TASK ITEM –
Give back all of the data exactly. Leave nothing out.
Top of INFORMATION
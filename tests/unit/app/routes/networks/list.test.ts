import { beforeAll, describe, expect, it } from "vitest";
import { getDb } from "#app/lib/db.server.ts";
import { action as networksAction, loader as networksLoader } from "#app/routes/networks/list.tsx";
import { loader as networkLoader } from "#app/routes/networks/network.tsx";
import { insertMembership, insertTeamWithOwner } from "#db/teams.ts";
import { call, cookieFor, formRequest, getRequest, makeUser } from "../harness.ts";

const cookie = {} as Record<"owner" | "editor" | "viewer", string>;
let teamId: number;

const post = (who: keyof typeof cookie, fields: Record<string, string>) =>
  call(networksAction, formRequest("/networks", fields, { cookie: cookie[who] }));

async function createAs(who: keyof typeof cookie, template: string, name = "") {
  const outcome = await post(who, { intent: "create", teamId: String(teamId), template, name });
  expect(outcome.status).toBe(302);
  return Number(outcome.headers.get("Location")?.split("/").pop());
}

beforeAll(async () => {
  const db = await getDb();
  const owner = await makeUser("Nell Owner");
  const editor = await makeUser("Ned Editor");
  const viewer = await makeUser("Nan Viewer");
  teamId = (await db.transaction().execute((trx) => insertTeamWithOwner(trx, "Pages team", owner.id))).id;
  await insertMembership(db, teamId, editor.id, "editor");
  await insertMembership(db, teamId, viewer.id, "viewer");
  cookie.owner = await cookieFor(owner);
  cookie.editor = await cookieFor(editor);
  cookie.viewer = await cookieFor(viewer);
});

describe("/networks", () => {
  it("creates a blank network that validates, and one from each demo template", async () => {
    const blank = await createAs("editor", "blank", "Feeder study");
    const page = await call(networkLoader, getRequest(`/networks/${blank}`, cookie.viewer), { networkId: String(blank) });
    expect(page.status).toBe(200);
    expect(page.body.name).toBe("Feeder study");
    expect(page.body.issues).toEqual([]);
    expect(JSON.parse(page.body.documentText).buses).toHaveLength(1);
    expect(JSON.parse(page.body.documentText).sources[0].control).toBe("slack");

    const demo = await createAs("owner", "tarn-head-calder-flats");
    const demoPage = await call(networkLoader, getRequest(`/networks/${demo}`, cookie.owner), { networkId: String(demo) });
    expect(demoPage.body.name).toBe("Tarn Head to Calder Flats (fictional)");
    expect(JSON.parse(demoPage.body.documentText).transformers).toHaveLength(2);
    expect(await createAs("owner", "hollin-moor-solar", "Solar copy")).toBeGreaterThan(0);
  });

  it("lists them with the controls each role may use", async () => {
    const list = async (who: keyof typeof cookie) => (await call(networksLoader, getRequest("/networks", cookie[who]))).body;
    const asViewer = await list("viewer");
    expect(asViewer.networks.length).toBeGreaterThan(0);
    expect(asViewer.networks.every((n: { may: { rename: boolean; delete: boolean } }) => !n.may.rename && !n.may.delete)).toBe(true);
    expect(asViewer.createTeams).toEqual([]);
    const asEditor = await list("editor");
    expect(asEditor.networks.every((n: { may: { rename: boolean; delete: boolean } }) => n.may.rename && !n.may.delete)).toBe(true);
    expect(asEditor.createTeams).toEqual([{ id: teamId, name: "Pages team" }]);
    const asOwner = await list("owner");
    expect(asOwner.networks.every((n: { may: { rename: boolean; delete: boolean } }) => n.may.rename && n.may.delete)).toBe(true);
  });

  it("refuses a viewer's create, rename and delete with 403", async () => {
    const id = await createAs("editor", "blank", "Guarded");
    expect((await post("viewer", { intent: "create", teamId: String(teamId), template: "blank", name: "x" })).status).toBe(403);
    expect((await post("viewer", { intent: "rename", networkId: String(id), name: "Mine now" })).status).toBe(403);
    expect((await post("viewer", { intent: "delete", networkId: String(id) })).status).toBe(403);
    expect((await post("editor", { intent: "delete", networkId: String(id) })).status).toBe(403);
  });

  it("renames as a new revision whose document carries the new name", async () => {
    const id = await createAs("editor", "blank", "Before");
    const outcome = await post("editor", { intent: "rename", networkId: String(id), name: "  After  " });
    expect(outcome.status).toBe(200);
    const page = await call(networkLoader, getRequest(`/networks/${id}`, cookie.editor), { networkId: String(id) });
    expect(page.body.name).toBe("After");
    expect(JSON.parse(page.body.documentText).name).toBe("After");
    expect(page.body.revision.number).toBe(2);
    expect(page.body.revision.message).toBe('Renamed to "After"');
    const empty = await post("editor", { intent: "rename", networkId: String(id), name: "  " });
    expect(empty.status).toBe(400);
    expect(empty.body.message).toBe("Give the network a name.");
  });

  it("deletes softly: listed as recently deleted, then restored by the owner", async () => {
    const id = await createAs("owner", "blank", "Short-lived");
    expect((await post("owner", { intent: "delete", networkId: String(id) })).status).toBe(200);
    const list = (await call(networksLoader, getRequest("/networks", cookie.owner))).body;
    expect(list.networks.map((n: { id: number }) => n.id)).not.toContain(id);
    expect(list.deleted.map((n: { id: number }) => n.id)).toContain(id);
    const gone = await call(networkLoader, getRequest(`/networks/${id}`, cookie.owner), { networkId: String(id) });
    expect(gone.status).toBe(404);

    const editorList = (await call(networksLoader, getRequest("/networks", cookie.editor))).body;
    expect(editorList.deleted).toEqual([]);
    expect((await post("editor", { intent: "restore", networkId: String(id) })).status).toBe(403);

    expect((await post("owner", { intent: "restore", networkId: String(id) })).status).toBe(200);
    const back = await call(networkLoader, getRequest(`/networks/${id}`, cookie.viewer), { networkId: String(id) });
    expect(back.status).toBe(200);
  });

  it("cannot restore after 30 days; the network is purged", async () => {
    const id = await createAs("owner", "blank", "Long gone");
    const db = await getDb();
    const longAgo = new Date(Date.now() - 31 * 86_400_000).toISOString();
    await db.updateTable("networks").set({ deleted_at: longAgo }).where("id", "=", id).execute();
    const list = (await call(networksLoader, getRequest("/networks", cookie.owner))).body;
    expect(list.deleted.map((n: { id: number }) => n.id)).not.toContain(id);
    const outcome = await post("owner", { intent: "restore", networkId: String(id) });
    expect(outcome.status).toBe(409);
  });

  it("names a missing team and an unknown starting point", async () => {
    expect((await post("owner", { intent: "create", template: "blank" })).body.message).toBe("Choose the team the network belongs to.");
    const unknown = await post("owner", { intent: "create", teamId: String(teamId), template: "nonsense" });
    expect(unknown.status).toBe(400);
    expect(unknown.body.message).toMatch(/nonsense/);
  });
});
Bottom of INFORMATION
ANSWER TO THIS TASK –
filename tests/unit/app/routes/networks/list.test.ts
import { beforeAll, describe, expect, it } from "vitest";
import { getDb } from "#app/lib/db.server.ts";
import { action as networksAction, loader as networksLoader } from "#app/routes/networks/list.tsx";
import { loader as networkLoader } from "#app/routes/networks/network.tsx";
import { insertMembership, insertTeamWithOwner } from "#db/teams.ts";
import { call, cookieFor, formRequest, getRequest, makeUser } from "../harness.ts";

const cookie = {} as Record<"owner" | "editor" | "viewer", string>;
let teamId: number;

const post = (who: keyof typeof cookie, fields: Record<string, string>) =>
  call(networksAction, formRequest("/networks", fields, { cookie: cookie[who] }));

async function createAs(who: keyof typeof cookie, template: string, name = "") {
  const outcome = await post(who, { intent: "create", teamId: String(teamId), template, name });
  expect(outcome.status).toBe(302);
  return Number(outcome.headers.get("Location")?.split("/").pop());
}

beforeAll(async () => {
  const db = await getDb();
  const owner = await makeUser("Nell Owner");
  const editor = await makeUser("Ned Editor");
  const viewer = await makeUser("Nan Viewer");
  teamId = (await db.transaction().execute((trx) => insertTeamWithOwner(trx, "Pages team", owner.id))).id;
  await insertMembership(db, teamId, editor.id, "editor");
  await insertMembership(db, teamId, viewer.id, "viewer");
  cookie.owner = await cookieFor(owner);
  cookie.editor = await cookieFor(editor);
  cookie.viewer = await cookieFor(viewer);
});

describe("/networks", () => {
  it("creates a blank network that validates, and one from each demo template", async () => {
    const blank = await createAs("editor", "blank", "Feeder study");
    const page = await call(networkLoader, getRequest(`/networks/${blank}`, cookie.viewer), { networkId: String(blank) });
    expect(page.status).toBe(200);
    expect(page.body.name).toBe("Feeder study");
    expect(page.body.issues).toEqual([]);
    expect(JSON.parse(page.body.documentText).buses).toHaveLength(1);
    expect(JSON.parse(page.body.documentText).sources[0].control).toBe("slack");

    const demo = await createAs("owner", "tarn-head-calder-flats");
    const demoPage = await call(networkLoader, getRequest(`/networks/${demo}`, cookie.owner), { networkId: String(demo) });
    expect(demoPage.body.name).toBe("Tarn Head to Calder Flats (fictional)");
    expect(JSON.parse(demoPage.body.documentText).transformers).toHaveLength(2);
    expect(await createAs("owner", "hollin-moor-solar", "Solar copy")).toBeGreaterThan(0);
  });

  it("lists them with the controls each role may use", async () => {
    const list = async (who: keyof typeof cookie) => (await call(networksLoader, getRequest("/networks", cookie[who]))).body;
    const asViewer = await list("viewer");
    expect(asViewer.networks.length).toBeGreaterThan(0);
    expect(asViewer.networks.every((n: { may: { rename: boolean; delete: boolean } }) => !n.may.rename && !n.may.delete)).toBe(true);
    expect(asViewer.createTeams).toEqual([]);
    const asEditor = await list("editor");
    expect(asEditor.networks.every((n: { may: { rename: boolean; delete: boolean } }) => n.may.rename && !n.may.delete)).toBe(true);
    expect(asEditor.createTeams).toEqual([{ id: teamId, name: "Pages team" }]);
    const asOwner = await list("owner");
    expect(asOwner.networks.every((n: { may: { rename: boolean; delete: boolean } }) => n.may.rename && n.may.delete)).toBe(true);
  });

  it("refuses a viewer's create, rename and delete with 403", async () => {
    const id = await createAs("editor", "blank", "Guarded");
    expect((await post("viewer", { intent: "create", teamId: String(teamId), template: "blank", name: "x" })).status).toBe(403);
    expect((await post("viewer", { intent: "rename", networkId: String(id), name: "Mine now" })).status).toBe(403);
    expect((await post("viewer", { intent: "delete", networkId: String(id) })).status).toBe(403);
    expect((await post("editor", { intent: "delete", networkId: String(id) })).status).toBe(403);
  });

  it("renames as a new revision whose document carries the new name", async () => {
    const id = await createAs("editor", "blank", "Before");
    const outcome = await post("editor", { intent: "rename", networkId: String(id), name: "  After  " });
    expect(outcome.status).toBe(200);
    const page = await call(networkLoader, getRequest(`/networks/${id}`, cookie.editor), { networkId: String(id) });
    expect(page.body.name).toBe("After");
    expect(JSON.parse(page.body.documentText).name).toBe("After");
    expect(page.body.revision.number).toBe(2);
    expect(page.body.revision.message).toBe('Renamed to "After"');
    const empty = await post("editor", { intent: "rename", networkId: String(id), name: "  " });
    expect(empty.status).toBe(400);
    expect(empty.body.message).toBe("Give the network a name.");
  });

  it("deletes softly: listed as recently deleted, then restored by the owner", async () => {
    const id = await createAs("owner", "blank", "Short-lived");
    expect((await post("owner", { intent: "delete", networkId: String(id) })).status).toBe(200);
    const list = (await call(networksLoader, getRequest("/networks", cookie.owner))).body;
    expect(list.networks.map((n: { id: number }) => n.id)).not.toContain(id);
    expect(list.deleted.map((n: { id: number }) => n.id)).toContain(id);
    const gone = await call(networkLoader, getRequest(`/networks/${id}`, cookie.owner), { networkId: String(id) });
    expect(gone.status).toBe(404);

    const editorList = (await call(networksLoader, getRequest("/networks", cookie.editor))).body;
    expect(editorList.deleted).toEqual([]);
    expect((await post("editor", { intent: "restore", networkId: String(id) })).status).toBe(403);

    expect((await post("owner", { intent: "restore", networkId: String(id) })).status).toBe(200);
    const back = await call(networkLoader, getRequest(`/networks/${id}`, cookie.viewer), { networkId: String(id) });
    expect(back.status).toBe(200);
  });

  it("cannot restore after 30 days; the network is purged", async () => {
    const id = await createAs("owner", "blank", "Long gone");
    const db = await getDb();
    const longAgo = new Date(Date.now() - 31 * 86_400_000).toISOString();
    await db.updateTable("networks").set({ deleted_at: longAgo }).where("id", "=", id).execute();
    const list = (await call(networksLoader, getRequest("/networks", cookie.owner))).body;
    expect(list.deleted.map((n: { id: number }) => n.id)).not.toContain(id);
    const outcome = await post("owner", { intent: "restore", networkId: String(id) });
    expect(outcome.status).toBe(409);
  });

  it("names a missing team and an unknown starting point", async () => {
    expect((await post("owner", { intent: "create", template: "blank" })).body.message).toBe("Choose the team the network belongs to.");
    const unknown = await post("owner", { intent: "create", teamId: String(teamId), template: "nonsense" });
    expect(unknown.status).toBe(400);
    expect(unknown.body.message).toMatch(/nonsense/);
  });
});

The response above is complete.